§ **TASK PROMPT**
Only the lines below between the ones containing "let demoRound: TestRound" and "const client = freshClient()", inclusive, are to be reproduced, each exactly as it stands.

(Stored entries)

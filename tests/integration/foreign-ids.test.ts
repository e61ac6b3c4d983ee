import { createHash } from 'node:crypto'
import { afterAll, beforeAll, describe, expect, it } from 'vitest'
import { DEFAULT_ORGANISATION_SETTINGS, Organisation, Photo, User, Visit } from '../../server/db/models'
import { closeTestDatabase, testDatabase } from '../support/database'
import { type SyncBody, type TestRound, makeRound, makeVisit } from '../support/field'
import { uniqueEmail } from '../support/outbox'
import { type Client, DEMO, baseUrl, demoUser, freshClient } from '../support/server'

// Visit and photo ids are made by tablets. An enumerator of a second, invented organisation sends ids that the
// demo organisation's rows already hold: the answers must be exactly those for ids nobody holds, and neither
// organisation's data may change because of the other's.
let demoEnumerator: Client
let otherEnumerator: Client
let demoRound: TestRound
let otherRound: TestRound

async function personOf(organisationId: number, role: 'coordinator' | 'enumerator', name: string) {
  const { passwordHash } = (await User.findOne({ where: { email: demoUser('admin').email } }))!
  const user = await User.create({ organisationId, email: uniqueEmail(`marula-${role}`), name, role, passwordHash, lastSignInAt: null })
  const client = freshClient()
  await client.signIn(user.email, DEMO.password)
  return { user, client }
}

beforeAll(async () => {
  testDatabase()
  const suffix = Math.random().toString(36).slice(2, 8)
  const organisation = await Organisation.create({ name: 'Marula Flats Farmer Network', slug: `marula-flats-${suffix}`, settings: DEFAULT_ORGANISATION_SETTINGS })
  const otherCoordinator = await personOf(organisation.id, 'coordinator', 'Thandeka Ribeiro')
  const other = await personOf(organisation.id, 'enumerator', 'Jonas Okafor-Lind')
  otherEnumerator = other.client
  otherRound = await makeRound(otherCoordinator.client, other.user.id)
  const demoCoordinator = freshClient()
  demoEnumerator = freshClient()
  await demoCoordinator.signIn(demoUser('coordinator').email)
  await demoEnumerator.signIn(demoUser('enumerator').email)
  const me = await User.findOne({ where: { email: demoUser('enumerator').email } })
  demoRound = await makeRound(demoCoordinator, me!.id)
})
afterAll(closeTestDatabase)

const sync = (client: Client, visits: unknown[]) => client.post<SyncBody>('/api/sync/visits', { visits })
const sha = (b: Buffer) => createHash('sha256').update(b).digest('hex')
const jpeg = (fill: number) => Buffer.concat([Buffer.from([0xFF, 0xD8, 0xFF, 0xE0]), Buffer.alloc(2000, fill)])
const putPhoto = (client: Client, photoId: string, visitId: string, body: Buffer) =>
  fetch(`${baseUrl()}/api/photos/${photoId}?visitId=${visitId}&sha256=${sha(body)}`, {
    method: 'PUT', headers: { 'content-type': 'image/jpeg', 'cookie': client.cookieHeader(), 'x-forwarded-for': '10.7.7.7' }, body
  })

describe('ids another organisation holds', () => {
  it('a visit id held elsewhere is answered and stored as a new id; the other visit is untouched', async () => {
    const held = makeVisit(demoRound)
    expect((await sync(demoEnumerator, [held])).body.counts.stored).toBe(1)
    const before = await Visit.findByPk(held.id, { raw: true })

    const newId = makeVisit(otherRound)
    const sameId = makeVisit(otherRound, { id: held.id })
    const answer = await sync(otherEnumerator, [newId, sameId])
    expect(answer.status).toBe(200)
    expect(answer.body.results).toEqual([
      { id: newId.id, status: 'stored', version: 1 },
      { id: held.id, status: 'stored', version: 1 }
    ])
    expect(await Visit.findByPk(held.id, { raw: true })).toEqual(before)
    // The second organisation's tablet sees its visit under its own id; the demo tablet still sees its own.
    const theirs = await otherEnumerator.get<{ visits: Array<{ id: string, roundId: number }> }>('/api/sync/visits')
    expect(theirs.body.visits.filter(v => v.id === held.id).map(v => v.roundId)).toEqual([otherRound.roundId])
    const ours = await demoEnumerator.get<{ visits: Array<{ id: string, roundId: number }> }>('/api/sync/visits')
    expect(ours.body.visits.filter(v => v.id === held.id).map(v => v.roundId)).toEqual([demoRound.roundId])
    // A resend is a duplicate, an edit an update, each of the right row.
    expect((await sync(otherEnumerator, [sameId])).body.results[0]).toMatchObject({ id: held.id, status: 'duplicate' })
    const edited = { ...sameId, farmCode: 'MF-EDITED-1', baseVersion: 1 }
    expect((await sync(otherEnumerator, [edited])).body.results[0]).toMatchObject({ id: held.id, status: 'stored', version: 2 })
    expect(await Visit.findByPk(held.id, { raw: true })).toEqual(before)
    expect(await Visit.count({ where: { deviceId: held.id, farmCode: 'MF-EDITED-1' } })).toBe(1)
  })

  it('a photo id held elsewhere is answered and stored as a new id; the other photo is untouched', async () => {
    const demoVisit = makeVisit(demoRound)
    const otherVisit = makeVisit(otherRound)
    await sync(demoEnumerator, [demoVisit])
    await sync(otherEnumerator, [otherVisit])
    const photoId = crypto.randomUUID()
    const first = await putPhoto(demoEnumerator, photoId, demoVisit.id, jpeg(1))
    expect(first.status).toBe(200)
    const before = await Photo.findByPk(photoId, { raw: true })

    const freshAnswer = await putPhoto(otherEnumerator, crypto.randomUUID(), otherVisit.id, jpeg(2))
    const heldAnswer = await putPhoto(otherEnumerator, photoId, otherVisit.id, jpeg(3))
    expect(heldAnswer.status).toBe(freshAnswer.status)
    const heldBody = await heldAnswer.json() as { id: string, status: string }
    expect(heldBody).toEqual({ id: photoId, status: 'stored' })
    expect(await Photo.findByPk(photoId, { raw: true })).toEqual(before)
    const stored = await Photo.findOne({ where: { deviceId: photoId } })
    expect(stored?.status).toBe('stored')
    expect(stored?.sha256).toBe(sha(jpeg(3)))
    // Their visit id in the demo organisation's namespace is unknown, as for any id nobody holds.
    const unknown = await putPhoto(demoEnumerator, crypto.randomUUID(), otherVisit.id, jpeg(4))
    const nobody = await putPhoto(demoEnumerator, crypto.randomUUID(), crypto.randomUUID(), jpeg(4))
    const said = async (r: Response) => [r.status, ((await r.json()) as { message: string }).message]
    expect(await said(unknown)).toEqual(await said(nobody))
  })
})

§ **ANSWER TO THIS PROBLEM**
let demoRound: TestRound
let otherRound: TestRound

async function personOf(organisationId: number, role: 'coordinator' | 'enumerator', name: string) {
  const { passwordHash } = (await User.findOne({ where: { email: demoUser('admin').email } }))!
  const user = await User.create({ organisationId, email: uniqueEmail(`marula-${role}`), name, role, passwordHash, lastSignInAt: null })
  const client = freshClient()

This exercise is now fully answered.